Aggiornamento: il problema sarebbe grave e vasto, coinvolgendo anche AMD e ARM. Qui tutti i dettagli.

In buona sostanza, i moderni processori progettati da Intel hanno un difetto di progettazione che potrebbe consentire a programmi creati ad hoc di leggere le aree protette della memoria del Kernel di un dispositivo. Questo problema potrebbe potenzialmente esporre informazioni protette come le password ad eventuali attacchi da parte di cracker. La fonte non ha diramato tutti i dettagli tecnici del problema per motivi di sicurezza, per consentire la realizzazione di tutte le patch necessarie e risolvere la falla.

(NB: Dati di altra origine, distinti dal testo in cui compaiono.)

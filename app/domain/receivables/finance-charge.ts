import { addDays, compareDays, type Day } from "~/domain/calendar"
import { percentOf } from "~/domain/money"

/** An open invoice as a finance charge looks at it. */
export type ChargedInvoice = { number: string; kind: "goods" | "finance-charge"; dueOn: Day; openCents: number }

/**
 * The charge of one month on what a store had overdue on `asOf` by more than `afterDays` days: so many basis points of it,
 * rounded once to whole cents. Charges are never charged on: only invoices for goods count. Null when nothing is overdue
 * that long or the charge is less than a cent. What may be charged is limited by law and by what was agreed in writing:
 * the rate is the producer's own. This product's own rule.
 */
export function financeCharge(
	invoices: readonly ChargedInvoice[],
	rule: { basisPoints: number; afterDays: number; asOf: Day },
): { cents: number; overdueCents: number; numbers: string[] } | null {
	const overdue = invoices.filter(
		({ kind, dueOn, openCents }) =>
			kind === "goods" && openCents > 0 && compareDays(addDays(dueOn, rule.afterDays), rule.asOf) < 0,
	)
	const overdueCents = overdue.reduce((sum, { openCents }) => sum + openCents, 0)
	const cents = percentOf(overdueCents, rule.basisPoints)
	return cents > 0 ? { cents, overdueCents, numbers: overdue.map(({ number }) => number) } : null
}

/** A charge that is late by more than these days waits for the next month, so that a new rate never reaches back. */
const DAYS_LATE = 3

/** The month that is charged on `today`, by its first following day: on the first days of the next month; else null. */
export function chargedMonth(today: Day): { key: string; asOf: Day } | null {
	if (Number(today.slice(8)) > DAYS_LATE) return null
	const asOf = `${today.slice(0, 7)}-01`
	return { key: addDays(asOf, -1).slice(0, 7), asOf }
}
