import { sql } from "drizzle-orm"
import { readProducer } from "~/db/transaction.server"

/** How many entries a page of the timeline shows. */
const SHOWN = 40

/** A step of an order, or a message about it; `body` is what a message says. */
export type TimelineEntry = {
	id: string
	kind: string
	/** The side that wrote a message; null for a step. */
	side: "store" | "desk" | null
	who: string | null
	at: Date
	body: string | null
	detail: Record<string, unknown>
}

/** The newest entries of a timeline, the earliest of them first; `earlier` is the key of what comes before. */
export type Timeline = { entries: TimelineEntry[]; earlier: string | null }

const KEY = /^\d{4}-\d\d-\d\d \d\d:\d\d:\d\d(\.\d{1,6})?\+00~[0-9a-f]{8}(-[0-9a-f]{4}){3}-[0-9a-f]{12}$/

/**
 * What has happened to an order and what was written about it, in one list by time. `before` is the key that an earlier
 * page handed out; anything else is as none. `storeId` keeps a store to its own orders. One statement.
 */
export function findTimeline(query: {
	producerId: string
	number: number
	storeId?: string
	before?: string | null
}): Promise<Timeline> {
	const { producerId, number, storeId } = query
	const [at, id] = query.before && KEY.test(query.before) ? query.before.split("~") : []
	const before = at && id ? sql`and (at, id) < (${at}::timestamptz, ${id}::uuid)` : sql``
	return readProducer(producerId, async (tx) => {
		const { rows } = await tx.execute<Omit<TimelineEntry, "at"> & { at: string; key: string }>(sql`
			with o as (
				select id from orders where producer_id = ${producerId} and number = ${number}
					${storeId ? sql`and store_id = ${storeId}` : sql``}
			), steps as (
				select id, kind, null::text as side, user_id, at, null::text as body, detail from order_events
				where producer_id = ${producerId} and order_id = (select id from o) ${before}
				order by at desc, id desc limit ${SHOWN + 1}
			), messages as (
				select * from (
					select id, 'message' as kind, side, written_by as user_id, written_at as at, body, '{}'::jsonb as detail
					from order_messages where producer_id = ${producerId} and order_id = (select id from o)
				) m where true ${before}
				order by at desc, id desc limit ${SHOWN + 1}
			)
			select e.id, e.kind, e.side, u.name as who, e.body, e.detail, e.at,
				(e.at at time zone 'UTC')::text || '+00~' || e.id as key
			from (select * from steps union all select * from messages) e
			left join users u on u.id = e.user_id
			order by e.at desc, e.id desc limit ${SHOWN + 1}`)
		const shown = rows.slice(0, SHOWN)
		return {
			entries: shown.map(({ key: _, at: moment, ...entry }) => ({ ...entry, at: new Date(moment) })).toReversed(),
			earlier: rows.length > SHOWN ? (shown.at(-1)?.key ?? null) : null,
		}
	})
}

Purtroppo, per risolvere questa problematica non basterà una semplice patch perchè la soluzione passerà per una parziale riscrittura del Kernel che sembra poter avere conseguenze negative sulle prestazioni dei processori.

Secondo la fonte, il calo delle prestazioni potrebbe aggirarsi tra il 5% ed il 30% a seconda dell’attività svolta dal processore. Si tratterebbe, dunque, di un calo molto importante che impatterebbe soprattutto sui server che sfruttano al massimo le prestazioni fornite dai processori come nelle workstation o nelle grandi infrastrutture cloud. Trattandosi di un problema hardware, inoltre, i correttivi dovranno essere sviluppati anche per i sistemi Linux e Mac e non solamente per i PC Windows.

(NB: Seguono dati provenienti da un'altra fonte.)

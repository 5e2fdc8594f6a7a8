/** Names in addresses that pages of their own have. */
const TAKEN = ["new"]

/** A store's name as it stands in addresses: "Pantry & Plume" is "pantry-and-plume". Empty when nothing of it can. */
export function slugOf(name: string): string {
	return name
		.normalize("NFD")
		.toLowerCase()
		.replaceAll("&", " and ")
		.replaceAll(/[\p{Mn}'’]/gu, "")
		.replaceAll(/[^a-z0-9]+/g, "-")
		.replaceAll(/^-+|-+$/g, "")
		.slice(0, 60)
		.replace(/-+$/, "")
}

/** Whether a store may have that name in addresses. */
export function isStoreSlug(text: string): boolean {
	return /^[a-z0-9]+(-[a-z0-9]+)*$/.test(text) && text.length <= 60 && !TAKEN.includes(text)
}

Nello specifico, le software house dovranno utilizzare il “Kernel Page Table Isolation” (KPTI) per separare la memoria del Kernel dai processi degli utenti e quindi gestire in maniera diversa la modalità utente e la modalità Kernel. Trattasi di una procedura che normalmente non dovrebbe essere necessaria ma che dovrà essere applicata per risolvere il problema visto che il difetto è hardware e non software. Sarà proprio questa separazione forzata tra Kernel e processi degli utenti che causerà il rallentamento delle prestazioni.

Tuttavia non è nemmeno escluso che con il tempo si riescano a sviluppare delle ulteriori patch che permettano di recuperare parte delle prestazioni perse, ma il dato oggettivo è che risolvere questo problema causerà la riduzione sensibilmente delle prestazioni di tutti i più moderni PC equipaggiati con i processori Intel.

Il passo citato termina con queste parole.